◆ Extracted information ◆

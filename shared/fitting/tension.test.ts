import { describe, expect, it } from 'vitest';
import { b2WithGradient } from '../physics/virial';
import { viscosityWithGradient } from '../physics/viscosity';
import type { FitMeasurementSet } from './lj-fit';
import { gaussianGenerator, mulberry32 } from './random';
import { kindTension, regionsOverlap } from './tension';

const M = 58.1; // g/mol, an invented molar mass
function b2(truth: { epsilonK: number; sigmaAngstrom: number }, seed: number): FitMeasurementSet {
  const g = gaussianGenerator(mulberry32(seed));
  return {
    id: 'b2',
    kind: 'b2',
    rows: [120, 150, 190, 240, 320, 450, 650].map((t) => ({
      temperatureK: t,
      value: b2WithGradient(t, truth.epsilonK, truth.sigmaAngstrom).b2Cm3PerMol + 0.5 * g(),
      uncertainty: 0.5,
    })),
  };
}
function eta(truth: { epsilonK: number; sigmaAngstrom: number }, seed: number): FitMeasurementSet {
  const g = gaussianGenerator(mulberry32(seed));
  return {
    id: 'eta',
    kind: 'viscosity',
    rows: [100, 150, 220, 320, 480, 700, 1000].map((t) => {
      const v = viscosityWithGradient(t, truth.epsilonK, truth.sigmaAngstrom, M).viscosityMicroPaS;
      return { temperatureK: t, value: v * (1 + 0.002 * g()), uncertainty: 0.002 * v };
    }),
  };
}

describe('tension between kinds of data', () => {
  it('ellipse overlap: circles apart, touching and nested', () => {
    const unit = (x: number, y: number, r2 = 1) => ({
      center: [x, y] as [number, number],
      covariance: [
        [1, 0],
        [0, 1],
      ],
      radiusSquared: r2,
    });
    expect(regionsOverlap(unit(0, 0), unit(3, 0))).toBe(false);
    expect(regionsOverlap(unit(0, 0), unit(1.99, 0))).toBe(true);
    expect(regionsOverlap(unit(0, 0, 100), unit(1, 1))).toBe(true);
    // Two thin ellipses crossing like an X overlap; the same shifted along one axis do not.
    const thin = (x: number, c: number) => ({
      center: [x, 0] as [number, number],
      covariance: [
        [1, c],
        [c, 1],
      ],
      radiusSquared: 1,
    });
    expect(regionsOverlap(thin(0, 0.99), thin(0, -0.99))).toBe(true);
    expect(regionsOverlap(thin(0, 0.99), thin(0.5, 0.99))).toBe(false);
  });

  it('B2 and viscosity from the same parameters agree: regions overlap, no message', () => {
    const truth = { epsilonK: 150, sigmaAngstrom: 3.7 };
    const t = kindTension([b2(truth, 1), eta(truth, 2)], { molarMassGPerMol: M, restarts: 0 });
    expect(t.regions.every((r) => r.constrainsBoth)).toBe(true);
    expect(t.pairs).toEqual([{ kinds: ['b2', 'viscosity'], overlap: true }]);
    expect(t.messages).toEqual([]);
  });

  it('viscosity made with a σ 3 % larger: the regions do not overlap and the result says so in plain words', () => {
    const t = kindTension([b2({ epsilonK: 150, sigmaAngstrom: 3.7 }, 1), eta({ epsilonK: 150, sigmaAngstrom: 3.81 }, 2)], {
      molarMassGPerMol: M,
      restarts: 0,
    });
    expect(t.pairs[0].overlap).toBe(false);
    expect(t.messages).toHaveLength(1);
    expect(t.messages[0]).toMatch(
      /^The second virial coefficient B2 and the dilute-gas viscosity pull the parameters apart: fitted alone, their 95 % regions do not overlap/,
    );
    expect(t.regions.every((r) => (r.ellipse95?.length ?? 0) > 0)).toBe(true);
  });

  it('a kind with too few points to fix both parameters is named, not compared', () => {
    const few: FitMeasurementSet = {
      ...b2({ epsilonK: 150, sigmaAngstrom: 3.7 }, 3),
      rows: b2({ epsilonK: 150, sigmaAngstrom: 3.7 }, 3).rows.slice(0, 2),
    };
    const t = kindTension([few, eta({ epsilonK: 150, sigmaAngstrom: 3.7 }, 2)], { molarMassGPerMol: M, restarts: 0 });
    expect(t.regions[0]).toMatchObject({ kind: 'b2', constrainsBoth: false });
    expect(t.regions[0].reason).toMatch(/2 point\(s\) of the second virial coefficient B2 alone cannot fix two parameters/);
    expect(t.pairs).toEqual([]);
  });
});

◆ Your objective ◆
Check each line of the listing above. Copy it if it holds the string "describe".

◆ Written response ◆
import { describe, expect, it } from 'vitest';
describe('tension between kinds of data', () => {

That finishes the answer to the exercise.